Yes, the PREDIMED study was a randomised controlled trial of just over 7000 Spaniards that were allocated to one of three dietary interventions, the hypothesis being that a Mediterranean-type diet will reduce your chance of having a major cardiovascular event. Of course, to me it was all just rows of data on a spreadsheet. The code I’d written to calculate probability came up with a startingly small number and, although I was saying earlier that when you look at ‘Table one’ it should have a uniform distribution of P values, the value of this P value was about 26 zeros after the decimal point. Hats off to New England Journal for taking it seriously. It transpired some of the investigators allocated whole households to an intervention and I think one investigator must have allocated a whole village to just one intervention. The problem was the statistical analysis assumed the individuals were independent of each other and you’d have to adjust the analysis if you knew that they hadn’t been allocated individually. The journal eventually retracted the original paper and published a revised paper on the same day, but it’s still very controversial.
Is it true you get up at 4:30 in the morning?
It was all down to our cat, Wizard, because we didn’t have a cat flap and he would scratch on the carpet to be let out when he needed to attend to nature. That was often between 4:00 and 5:00, and I’d make a cup of tea and start going through an Excel file of data.

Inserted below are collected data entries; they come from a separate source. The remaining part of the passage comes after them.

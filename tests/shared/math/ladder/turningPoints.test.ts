import { describe, expect, it } from 'vitest';
import { sceneEv100 } from '../../../../shared/math/exposure';
import { flashStops } from '../../../../shared/math/flashExposure';
import { duskLadder } from '../../../../shared/math/ladder/duskLadder';
import { sunPosition } from '../../../../shared/math/sunPosition';
import {
  clear,
  eveningMs,
  evOfRung,
  frameOf,
  inputOf,
  middleTone as aim,
  munich,
  truthOf,
  widePlan as plan,
  type Evening,
} from '../../../support/ladderInputs';
import { within } from '../../../support/within';

const MINUTE_MS = 60_000;

describe('turning points', () => {
  const frame = frameOf(clear, clear.sunsetMs - 20 * MINUTE_MS);
  const ladder = duskLadder({
    place: munich,
    frames: [frame],
    aim,
    plan: { ...plan, isoMax: 800 },
    lampFloorEv100: -20,
  });

  it('come in the order in which things give way, each at the rung that does it', () => {
    expect(ladder.turningPoints.map(({ code }) => code)).toEqual([
      'handheld_limit',
      'aperture_opens',
      'iso_rises',
      'out_of_reach',
    ]);
    const [limit, opens, rises, out] = ladder.turningPoints;
    const rungAt = (atMs: number | undefined) => ladder.rungs.find((rung) => rung.atMs === atMs);
    expect(rungAt(limit?.atMs)?.shutterS).toBe(1 / 8);
    expect(rungAt(opens?.atMs)?.aperture).toBeLessThan(4);
    expect(rungAt(rises?.atMs)?.iso).toBeGreaterThan(100);
    // Out of reach: half a third under the last setting, f/2, 1/8 s, ISO 800.
    within(truthOf(clear)(out?.atMs ?? NaN), sceneEv100(2, 1 / 8, 800) - 1 / 6, 1e-3, 'scene');
    expect(ladder.rungs.at(-1)?.iso).toBe(800);
  });

  it('end the ladder, where nothing else is said, when the sky is dark, or at its darkest', () => {
    const endOf = (latitude: number) => {
      const place = { latitude, longitude: 11.5 };
      const sunsetMs = eveningMs(place, clear.sunsetMs, -50 / 60);
      const { rungs } = duskLadder({
        place,
        frames: [frameOf({ ...clear, place, sunsetMs }, sunsetMs)],
        aim,
        plan,
      });
      return sunPosition(place, rungs.at(-1)?.untilMs ?? NaN);
    };
    within(endOf(40).altitudeDeg, -18, 1e-6, 'altitude');
    // In June at 55 degrees the sun turns at −11.6 degrees.
    within(endOf(55).climbDegPerMinute, 0, 1e-5, 'climb');
    within(endOf(55).altitudeDeg, -11.56, 0.02, 'altitude');
  });

  it('tell where the flash cannot follow: at its lowest power once the ISO has risen', () => {
    const onSubject = {
      guideNumberM: 40,
      distanceM: 3,
      lossStops: 1,
      minPower: 1 / 32,
      stepStops: 1 / 3,
      belowBackgroundStops: 1,
    };
    const { rungs, turningPoints } = duskLadder({
      place: munich,
      frames: [frame],
      aim: { backgroundStops: -1, subjectStops: 0 },
      plan,
      flash: { syncS: 1 / 128, onSubject },
    });
    const limit = turningPoints.find(({ code }) => code === 'flash_limit');
    const rung = rungs.find(({ atMs }) => atMs === limit?.atMs);
    expect(rung?.power).toBe(1 / 32);
    for (const { aperture, shutterS, iso, power, atMs } of rungs) {
      expect(shutterS).toBeGreaterThanOrEqual(1 / 128);
      if (typeof power !== 'number' || atMs >= (limit?.atMs ?? 0)) continue;
      // The subject's ambient is a stop under a background that is a stop under a middle tone.
      const stops = flashStops({ ...onSubject, aperture, iso, power }, { lossStops: 1 });
      within(Math.log2(2 ** stops + 2 ** -2), 0, 1 / 6 + 1e-9, 'subject');
    }
  });

  it('say from the start on that a scene is too bright for the sync speed, and when it no longer is', () => {
    const { turningPoints, rungs } = duskLadder({
      ...inputOf(clear),
      flash: { syncS: 1 / 4 },
      plan: { ...plan, slowestShutterS: 2 },
    });
    const [start, end] = turningPoints.filter(({ code }) => code === 'out_of_reach');
    expect(start).toMatchObject({ atMs: rungs[0]?.atMs, isLeft: false });
    expect(end?.isLeft).toBe(true);
    within(truthOf(clear)(end?.atMs ?? NaN), sceneEv100(4, 1 / 4, 100) + 1 / 6, 1e-3, 'scene');
  });
});

describe('at dawn', () => {
  const place = { latitude: 30, longitude: 35 };
  const startMs = Date.UTC(2026, 9, 12, 2, 50);
  const evening: Evening = { place, sunsetMs: startMs, offsetStops: 0.5, floorEv100: null };
  const ladder = duskLadder({ place, frames: [frameOf(evening, startMs)], aim, plan, lampFloorEv100: -20 });

  it('the ladder rises: it takes back what it gave, and says when each is held again', () => {
    expect(ladder.rungs.length).toBeGreaterThan(10);
    ladder.rungs.forEach((rung, index) => {
      const before = ladder.rungs[index - 1];
      if (before) expect(evOfRung(rung)).toBeGreaterThan(evOfRung(before));
    });
    const codes = ladder.turningPoints.map(({ code, isLeft }) => `${code} ${isLeft}`);
    expect(codes.slice(-3)).toEqual(['iso_rises true', 'aperture_opens true', 'handheld_limit true']);
  });

  it('it ends when the golden hour does, and its changes may be early or late as well', () => {
    within(sunPosition(place, ladder.rungs.at(-1)?.untilMs ?? NaN).altitudeDeg, 6, 1e-6, 'altitude');
    for (const rung of ladder.rungs.slice(1)) {
      expect(rung.earlyS ?? 0).toBeGreaterThan(0);
      expect(rung.lateS ?? 0).toBeGreaterThan(0);
    }
  });
});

This isn’t a very popular, rewarding activity that makes you flavour of the month, and you are very careful also not to make direct accusations of fraud and misconduct.
I’m just using normal statistical tests, but I just thought of applying them to an area people usually don’t bother with – generating P values for table one in randomised control trials and such-like. I haven’t invented anything unusual. When I open up a data spreadsheet, I’ll do a colour-coding usually without really looking at the variables in the columns. You can conditionally format the numerical content of cells so that you can colour-code them a range of colours. For instance, green with a very small number and red with a high number, and you will find repeating patterns will jump out at you. I look for repeated rows and repeated patterns between columns. I’ll also look at the trail digits, so the digit furthest to the right depending upon the variable being reported. Of course, you’d expect a uniform distribution of the trail digit. Then I’ll look at whether the spreadsheet data match the summary information presented in the paper, and run the same statistical tests.

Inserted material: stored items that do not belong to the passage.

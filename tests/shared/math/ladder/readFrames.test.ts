import { describe, expect, it } from 'vitest';
import { duskLadder } from '../../../../shared/math/ladder/duskLadder';
import type { DuskLadder } from '../../../../shared/math/ladder/ladderTypes';
import { clear, eveningMs, frameOf, inputOf, munich, type Evening } from '../../../support/ladderInputs';
import { within } from '../../../support/within';

const MINUTE_MS = 60_000;

describe('what would mislead is said', () => {
  const codes = (ladder: DuskLadder) => ladder.notes.map(({ code }) => code);
  const at = (altitudeDeg: number) => eveningMs(munich, clear.sunsetMs, altitudeDeg);

  it('lamps are unknown after one frame, not when they are told', () => {
    const one = { ...inputOf(clear), frames: [frameOf(clear, at(-3))] };
    expect(codes(duskLadder(one))).toContain('lamps_unknown');
    expect(codes(duskLadder({ ...one, lampFloorEv100: 0 }))).not.toContain('lamps_unknown');
    expect(codes(duskLadder(inputOf(clear)))).not.toContain('lamps_unknown');
  });

  it('lamps are undetermined, within a range that holds the truth, when the frames are close together', () => {
    const lit = { ...clear, floorEv100: 0 };
    const close = { ...inputOf(lit), frames: [frameOf(lit, at(-2)), frameOf(lit, at(-3))] };
    const note = duskLadder(close).notes.find(({ code }) => code === 'lamps_undetermined');
    if (note?.code !== 'lamps_undetermined') throw new Error('not said');
    expect(note.lowEv100 ?? -Infinity).toBeLessThan(0);
    expect(note.highEv100).toBeGreaterThan(0);
    expect(codes(duskLadder(inputOf(lit)))).not.toContain('lamps_undetermined');
  });

  it('lamps came on when a later frame is brighter, and count from then on', () => {
    const before = frameOf({ ...clear, floorEv100: null }, at(-5));
    const after = frameOf({ ...clear, floorEv100: 5 }, at(-6));
    const ladder = duskLadder({ ...inputOf(clear), frames: [before, after] });
    expect(ladder.notes).toContainEqual({ code: 'lamps_came_on', atMs: after.atMs });
    within(ladder.model.lampFloorEv100 ?? NaN, 5, 1e-3, 'floor');
    within(ladder.model.skyOffsetStops, 1, 1e-3, 'offset');
    // Told when they came on, the same model without the note.
    const told = duskLadder({
      ...inputOf(clear),
      frames: [before, after],
      lamps: { onMs: after.atMs - 1000 },
    });
    expect(codes(told)).not.toContain('lamps_came_on');
    within(told.model.lampFloorEv100 ?? NaN, 5, 1e-3, 'floor');
    const rung = told.rungs.find(({ atMs }) => atMs === after.atMs - 1000);
    expect(rung).toMatchObject({ earlyS: 0, lateS: 0 });
  });

  it('a frame is darker than the lamps that are told to light it, which leaves nothing for the sky', () => {
    const frame = frameOf(clear, at(-8));
    const floor = 4;
    const ladder = duskLadder({ ...inputOf(clear), frames: [frame], lampFloorEv100: floor });
    const note = ladder.notes.find(({ code }) => code === 'frame_below_lamps');
    if (note?.code !== 'frame_below_lamps') throw new Error('not said');
    expect(note.lampFloorEv100).toBe(floor);
    expect(note.sceneEv100).toBeLessThan(floor);
    expect(codes(ladder)).not.toContain('check_clock');
    within(ladder.rungs.at(-1)?.sceneEv100 ?? NaN, floor, 0.02, 'scene');
    expect(codes(duskLadder({ ...inputOf(clear), lampFloorEv100: -9 }))).not.toContain('frame_below_lamps');
  });

  it('a frame before sunset is worth two stops of spread, unless there are better ones', () => {
    const early = frameOf(clear, at(2));
    const alone = duskLadder({ ...inputOf(clear), frames: [early] });
    expect(codes(alone)).toContain('frame_before_sunset');
    expect(alone.model.spreadStops).toBe(2);
    const strange = { ...early, offsetStops: early.offsetStops + 2 };
    const helped = duskLadder({
      ...inputOf(clear),
      frames: [strange, frameOf(clear, at(-3)), frameOf(clear, at(-8))],
    });
    expect(codes(helped)).toContain('frame_before_sunset');
    expect(helped.model.spreadStops).toBeLessThan(0.5);
    within(helped.model.skyOffsetStops, 1, 0.05, 'offset');
  });

  it('a clock that is an hour wrong shows as an offset that no scene has', () => {
    const frame = frameOf(clear, at(-3));
    const ladder = duskLadder({
      ...inputOf(clear),
      frames: [{ ...frame, atMs: frame.atMs + 60 * MINUTE_MS }],
    });
    expect(codes(ladder)).toContain('check_clock');
    expect(codes(duskLadder({ ...inputOf(clear), frames: [frame] }))).not.toContain('check_clock');
  });

  it('the moon counts when it is full and the sky is dark', () => {
    const place = { latitude: 45, longitude: 0 };
    const full: Evening = {
      place,
      sunsetMs: eveningMs(place, Date.UTC(2026, 2, 3, 12), -50 / 60),
      offsetStops: 0,
      floorEv100: null,
    };
    expect(codes(duskLadder({ ...inputOf(full), toMs: eveningMs(place, full.sunsetMs, -18) }))).toContain(
      'moon_counts',
    );
    const young = { ...full, sunsetMs: eveningMs(place, Date.UTC(2026, 2, 19, 12), -50 / 60) };
    expect(codes(duskLadder(inputOf(young)))).not.toContain('moon_counts');
  });
});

You’ve sort of accidentally invented a whole new field of academic endeavour which, to be frank, doesn’t happen all that often in the day surgery unit in Torquay.
But, of course, this all is happening at the same time as the advent of AI. I’m sure you could quite soon get AI to generate convincing raw data spreadsheets and we shouldn’t be able to spot it because it will be employing the same understanding that we do.
A very sobering thought indeed. John, thanks for your time and telling your story. Keep up the good work!
References
1. Estruch R, Ros E, Salas-Salvado J, et al. Primary prevention of cardiovascular disease with a mediterranean diet supplemented with extra-virgin olive oil or nuts. N Engl J Med 2018;378(25):e34.
2. Carlisle JB. Data fabrication and other reasons for non-random sampling in 5087 randomised, controlled trials in anaesthetic and general medical journals. Anaesthesia 2017;72(8):944–52.